Visual Regression Workflow

Philosophy: VR testing answers exactly one question — did the rendered pixels of this UI change between baseline and current? The whole workflow is about getting truthful pixel comparisons: stable captures, intentional baselines, and a triage habit that treats every diff as a real regression until proven otherwise.

I Need To...

I need to... Guide Summary
Understand what VR catches and what it doesn't What VR Is For Use VR when you need to catch unintended visual drift from a code change. VR is baseline governance — every diff is either an intentional baseline update or an unintended regression. Never use it as a substitute for design QA or accessibility testing.
Decide whether a change needs a VR test When to Add a VR Test Add a VR test when you can identify the smallest screenshot that would catch a regression in this change. High-signal, stable surfaces (SDC atoms, hero, forms, critical landing pages) get VR; volatile surfaces (live feeds, external-API pages, dashboards) do not.
Pick what to capture (scope, state, breakpoint, browser, theme) What to Capture Use the 5-axis cube (scope × state × breakpoint × browser × theme) and pick the smallest cross-section per test. Default to component-level scope, Chromium-only, 3 breakpoints for responsive components, and only capture states with distinct CSS.
Design the browser × viewport matrix Matrix Design Use a tiered matrix instead of a uniform N×M cube — component-shared tests use 1 viewport, layout-aware and page tests use 3 viewports, cross-browser tests use 1 viewport with 3 browsers. Name projects so the name flows into the baseline filename.

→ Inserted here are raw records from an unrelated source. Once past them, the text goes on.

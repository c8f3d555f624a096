package spanwright.sheet;

import java.util.List;
import java.util.Optional;
import java.util.regex.Matcher;
import java.util.regex.Pattern;
import org.jspecify.annotations.Nullable;
import spanwright.plant.Enclosure;
import spanwright.plant.FiberRange;
import spanwright.splicing.Leg;
import spanwright.splicing.LegKind;
import spanwright.splicing.Panel;
import spanwright.splicing.Splitter;

/** Reads one side of a line: {@code F-1 ahead 1-12}, {@code S1 in}, {@code S1 out 1-8}, {@code E1/P/1-12 rear}. */
final class SideReader {

    private static final Pattern PORTS = Pattern.compile("([^/\\s]+)/([^/\\s]+)/([^/\\s]+)");
    private static final String NO_SUCH_LEG = "no-such-leg";

    private final EnclosureLegs legs;
    private final FiberWords fibers;

    SideReader(EnclosureLegs legs) {
        this.legs = legs;
        this.fibers = new FiberWords(legs.records());
    }

    SaidSide read(List<Word> words, TextPlace missing) throws MistakeFound {
        if (words.isEmpty()) {
            throw new MistakeFound(
                    missing,
                    "side-missing",
                    "Nothing stands here.",
                    "Name ends, such as F-1 ahead 1-12. Here are " + legs.words() + ".");
        }
        TextPlace place = words.get(0).place().to(words.get(words.size() - 1).place());
        if (words.get(0).text().indexOf('/') >= 0) {
            return ports(words, place);
        }
        String side = words.size() > 1 ? words.get(1).text() : "";
        return switch (side) {
            case "back" -> cable(words, LegKind.BACK, place);
            case "ahead" -> cable(words, LegKind.AHEAD, place);
            case "in" -> splitter(words, LegKind.IN, place);
            case "out" -> splitter(words, LegKind.OUT, place);
            default -> throw noDirection(words);
        };
    }

    private MistakeFound noDirection(List<Word> words) {
        Word code = words.get(0);
        List<CableLeg> known = legs.of(code.text());
        if (known.isEmpty()) {
            return noCable(code);
        }
        return new MistakeFound(
                words.size() > 1 ? words.get(1).place() : code.place(),
                "direction-missing",
                "It is not said on which side of the enclosure " + code.text() + " is meant.",
                "Write back or ahead after it: "
                        + String.join(
                                "; ", known.stream().map(CableLeg::nameToward).toList()) + ".");
    }

    private MistakeFound noCable(Word code) {
        return new MistakeFound(
                code.place(),
                NO_SUCH_LEG,
                "There is no " + code.text() + " in " + legs.code() + ".",
                "Here are " + legs.words() + ".");
    }

    /** The leg that a code and a direction name. */
    CableLeg leg(Word code, Word direction, LegKind kind) throws MistakeFound {
        Optional<CableLeg> leg = legs.find(code.text(), kind);
        if (leg.isPresent()) {
            return leg.get();
        }
        if (legs.of(code.text()).isEmpty()) {
            throw noCable(code);
        }
        throw new MistakeFound(
                direction.place(),
                NO_SUCH_LEG,
                code.text() + (kind == LegKind.BACK ? " begins in " : " ends in ") + legs.code() + ", so it has no "
                        + direction.text() + " here.",
                "Here are " + legs.words() + ".");
    }

    private SaidSide cable(List<Word> words, LegKind kind, TextPlace place) throws MistakeFound {
        CableLeg leg = leg(words.get(0), words.get(1), kind);
        List<Word> numbers = words.subList(2, words.size());
        if (numbers.size() == 1 && numbers.get(0).is("rest")) {
            return new SaidSide(place, leg.leg(), leg, null, null);
        }
        FiberRange range = fibers.read(numbers, leg, words.get(1).place());
        return new SaidSide(place, leg.leg(), leg, range, null);
    }

    /** The fibers of a leg that words name, without its code and direction. */
    FiberRange fibers(List<Word> words, CableLeg leg, TextPlace after) throws MistakeFound {
        return fibers.read(words, leg, after);
    }

    private SaidSide splitter(List<Word> words, LegKind kind, TextPlace place) throws MistakeFound {
        Word code = words.get(0);
        Splitter splitter = legs.findSplitter(code.text()).orElse(null);
        if (splitter == null) {
            throw new MistakeFound(
                    code.place(),
                    NO_SUCH_LEG,
                    "There is no splitter " + code.text() + " in " + legs.code() + ".",
                    "Here are " + legs.words() + ".");
        }
        boolean input = kind == LegKind.IN;
        int most = input ? splitter.inputs() : splitter.outputs();
        FiberRange range = words.size() == 2 && input ? FiberRange.of(1) : number(words, input);
        if (Math.max(range.first(), range.last()) > most) {
            throw new MistakeFound(
                    words.get(words.size() - 1).place(),
                    "number-above-count",
                    range + " is too large: splitter " + splitter.code() + " has " + (input ? "inputs" : "outputs")
                            + " 1 to " + most + ".",
                    "Name what it has.");
        }
        return new SaidSide(place, new Leg(kind, splitter.id()), null, range, null);
    }

    private static FiberRange number(List<Word> words, boolean input) throws MistakeFound {
        Word last = words.get(words.size() - 1);
        if (words.size() != 3) {
            throw new MistakeFound(
                    last.place(),
                    "bad-number",
                    input ? "One input or one range of inputs is named." : "No outputs are named.",
                    "Write " + words.get(0).text() + (input ? " in, or in 2." : " out 1-8."));
        }
        return FiberWords.range(last, input ? "in, or in 2" : "outputs such as 1-8");
    }

    private SaidSide ports(List<Word> words, TextPlace place) throws MistakeFound {
        Word named = words.get(0);
        Matcher written = PORTS.matcher(named.text());
        LegKind face = face(words);
        if (!written.matches()) {
            throw new MistakeFound(
                    named.place(),
                    "bad-port",
                    "'" + named.text() + "' names no ports.",
                    "Write the enclosure, the panel and the ports: " + legs.code() + "/P/1-12.");
        }
        Panel panel = panel(named, written.group(1), written.group(2));
        TextPlace at = new TextPlace(
                place.line(),
                named.place().column() + written.start(3),
                written.group(3).length());
        FiberRange range = FiberWords.range(new Word(written.group(3), at), "ports such as 1-12");
        if (Math.max(range.first(), range.last()) > panel.ports()) {
            throw new MistakeFound(
                    at,
                    "number-above-count",
                    range + " is too large: panel " + panel.code() + " has ports 1 to " + panel.ports() + ".",
                    "Name ports that it has.");
        }
        return new SaidSide(place, new Leg(face == null ? LegKind.REAR : face, panel.id()), null, range, face);
    }

    private static @Nullable LegKind face(List<Word> words) throws MistakeFound {
        if (words.size() == 1) {
            return null;
        }
        Word word = words.get(1);
        if (words.size() == 2 && (word.is("rear") || word.is("front"))) {
            return word.is("rear") ? LegKind.REAR : LegKind.FRONT;
        }
        throw new MistakeFound(
                word.place(),
                "word-too-many",
                "'" + word.text() + "' is not understood after ports.",
                "Write rear or front, or nothing: fibers join rears, ports join fronts.");
    }

    private Panel panel(Word named, String enclosure, String code) throws MistakeFound {
        Enclosure holder = legs.records().enclosures().find(enclosure).orElse(null);
        int structure = legs.records().enclosures().get(legs.enclosure()).structure();
        Panel panel = holder == null || holder.structure() != structure
                ? null
                : legs.records().findPanel(holder.id(), code).orElse(null);
        if (panel == null) {
            throw new MistakeFound(
                    named.place(),
                    "no-such-panel",
                    "There is no panel " + enclosure + "/" + code + " at this structure.",
                    "Name a panel of " + legs.code() + ", or for a jumper one of another enclosure of its structure.");
        }
        return panel;
    }
}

Decide where baselines live and how to manage them Baseline Management Commit baselines to the repo (Playwright default) for Drupal/DDEV teams without a VR-vendor budget. Keep baselines on main, update them in PRs with the UI change, and never auto-update on main from CI. Prune orphans quarterly.

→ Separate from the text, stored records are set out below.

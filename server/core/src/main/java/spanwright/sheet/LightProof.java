package spanwright.sheet;

import org.jspecify.annotations.Nullable;
import spanwright.plant.Trust;
import spanwright.splicing.JointFacts;

/**
 * Crossed fibers pass a splice's loss test, and only light sent end to end proves that none is crossed: without it no
 * joint of a range becomes verified.
 */
final class LightProof {

    private LightProof() {}

    /** Whether a line says verified without light, of what was not verified before. */
    static boolean lacks(JointWords words, @Nullable JointFacts before) {
        boolean already = before != null && before.trust() == Trust.VERIFIED;
        return words.trust() == Trust.VERIFIED && words.light() == null && !already;
    }

    /** The words with the trust that their light warrants. */
    static JointWords weigh(JointWords words, @Nullable JointFacts before) {
        if (lacks(words, before)) {
            return with(words, Trust.POSTED);
        }
        boolean proven = words.light() != null && (words.trust() == null || words.trust() == Trust.VERIFIED);
        return proven ? with(words, Trust.VERIFIED) : words;
    }

    private static JointWords with(JointWords words, Trust trust) {
        return new JointWords(
                words.tray(),
                words.method(),
                words.direct(),
                words.loss(),
                trust,
                trust == Trust.VERIFIED && words.seen() == null ? words.light() : words.seen(),
                words.splicedOn(),
                words.splicedBy(),
                words.until(),
                words.job(),
                words.length(),
                words.light());
    }
}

Stabilize captures before any baseline is set Stability Checklist Run the 10-point checklist before any baseline capture: disable animations, hide carets, wait for fonts and images, wait for network idle, mask dynamic regions, normalize scroll and focus, dismiss cookie banners, and pin the Chromium version via the official Playwright Docker image.

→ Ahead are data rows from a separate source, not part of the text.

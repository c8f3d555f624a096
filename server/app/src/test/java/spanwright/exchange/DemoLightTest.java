package spanwright.exchange;

import static java.util.Objects.requireNonNull;
import static org.assertj.core.api.Assertions.assertThat;
import static org.assertj.core.api.Assertions.assertThatThrownBy;
import static org.assertj.core.api.Assertions.within;

import java.nio.file.Path;
import java.util.List;
import java.util.Set;
import java.util.concurrent.CancellationException;
import java.util.stream.Collectors;
import org.junit.jupiter.api.BeforeAll;
import org.junit.jupiter.api.Test;
import spanwright.circuits.Circuit;
import spanwright.network.BlockKind;
import spanwright.network.Snapshot;
import spanwright.network.SnapshotEditor;
import spanwright.outage.Cut;
import spanwright.quantity.Loss;
import spanwright.splicing.Panel;
import spanwright.temporary.ClosedPlant;
import spanwright.temporary.DownCircuits;
import spanwright.temporary.GroupLight;
import spanwright.temporary.LightAnswer;
import spanwright.temporary.LightOffer;
import spanwright.temporary.LightQuestion;
import spanwright.temporary.Refused;
import spanwright.temporary.TemporaryPaths;

/** Light another way for the backhoe of the demo. */
class DemoLightTest {

    private static final Path ROOT = Path.of(System.getProperty("repository.root", "../.."), "demo-data");

    private static Snapshot demo;

    @BeforeAll
    static void load() {
        SnapshotEditor editor = Snapshot.empty().edit();
        assertThat(FolderLoad.load(ROOT.resolve("sallowmere"), editor, FolderLoad.Progress.NONE))
                .isEmpty();
        demo = editor.build(1);
    }

    private static ClosedPlant cut() {
        ClosedPlant cut = new ClosedPlant(demo);
        cut.cut(List.of(new Cut.OfSpan(
                demo.records().spans().find("HH-S044_HH-S045").orElseThrow().id())));
        return cut;
    }

    private static LightQuestion question(String codes, List<Panel> from) {
        List<Circuit> down = DownCircuits.of(demo, cut()).stream()
                .filter(circuit -> circuit.code().matches(codes))
                .toList();
        return new LightQuestion(down, cut(), from, false, Loss.ZERO, 1);
    }

    private static Panel olt() {
        return demo.records()
                .panels()
                .list()
                .filter(panel -> panel.code().equals("OLT"))
                .findFirst()
                .orElseThrow();
    }

    private static GroupLight group(LightAnswer answer, String code) {
        return answer.groups().stream()
                .filter(each -> each.group().circuits().stream()
                        .anyMatch(circuit -> circuit.code().equals(code)))
                .findFirst()
                .orElseThrow();
    }

    private static Set<String> cables(LightOffer offer) {
        return offer.pieces().stream()
                .map(piece -> demo.network().blockOf(piece))
                .filter(block -> block.kind() == BlockKind.SECTION)
                .map(block -> demo.records().cables().get(block.owner()).code().replaceAll("-[0-9]+$", ""))
                .collect(Collectors.toSet());
    }

    /**
     * By hand: 8464.279 m of glass at 0.35 dB/km are 2.9625 dB; one splitter of 32 is 17.5 dB, four connectors of
     * 0.35 dB are 1.4 dB, five fusion splices of 0.1 dB are 0.5 dB; 22.3625 dB in all.
     */
    @Test
    void splitters_are_fed_from_the_eight_ports_of_the_hut_and_circuits_come_round_the_ring() {
        LightAnswer answer = TemporaryPaths.find(demo, question(".*", List.of(olt())));

        LightOffer far = group(answer, "PON-09-129").offers().get(0);
        assertThat(requireNonNull(far.lit().loss()).decibels()).isCloseTo(22.3625, within(0.01));
        assertThat(cables(far)).contains("FDR-S").doesNotContain("FDR-N");
        LightOffer water = group(answer, "GOV-03").offers().get(0);
        assertThat(cables(water)).containsExactlyInAnyOrder("FDR-N", "RNG-E");
        List<LightOffer> fed = answer.shared().stream()
                .filter(offer -> offer.group().circuits().get(0).code().startsWith("PON-"))
                .toList();
        assertThat(fed).hasSize(8);
        assertThat(fed.stream().map(offer -> offer.ways().get(0).start().end())).doesNotHaveDuplicates();
    }

    /** The story's number for the way round the ring is 35.6 dB, against 28 dB. */
    @Test
    void a_splitter_is_not_fed_round_the_ring() {
        LightAnswer answer = TemporaryPaths.find(demo, question("PON-09-.*", List.of()));

        GroupLight group = group(answer, "PON-09-129");
        assertThat(group.offers()).isEmpty();
        assertThat(group.refused().stream()
                        .filter(refused -> refused.why() == Refused.Why.OVER_BUDGET)
                        .map(refused -> requireNonNull(
                                        requireNonNull(refused.lit()).loss())
                                .decibels()))
                .singleElement()
                .satisfies(loss -> assertThat(loss).isCloseTo(35.6, within(0.05)));
    }

    @Test
    void an_answer_that_takes_too_long_is_stopped() {
        LightQuestion question = question("GOV-.*", List.of());

        assertThatThrownBy(() -> TemporaryPaths.find(demo, question, () -> {
                    throw new CancellationException("time is up");
                }))
                .isInstanceOf(CancellationException.class);
    }
}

Tune threshold, maxDiffPixels, maxDiffPixelRatio Threshold Tuning Use threshold 0.20 (Playwright default) for standard tests; tighten to 0.05–0.10 for pixel-perfect same-env captures; use maxDiffPixels for small components and maxDiffPixelRatio for full-page shots. Set a global floor in playwright.config.ts and override per assertion only with a comment.
Author tests with reusable patterns Authoring Patterns Extract a waitForStableLayout helper and a vrSnapshot macro so most tests are 1–3 lines. Use data-vrt-mask in Twig markup to decouple volatility masking from test files. Prefer dedicated fixture routes over real content pages for SDC atoms.
Update baselines after intentional UI changes Baseline Update Workflow Always scope baseline updates with --grep to affected tests. Pair every baseline update with the UI change in the same commit or PR. Never do a bulk --update-snapshots as a default response to red CI. Review diffs using the Playwright HTML report, not just GitHub's PNG diff.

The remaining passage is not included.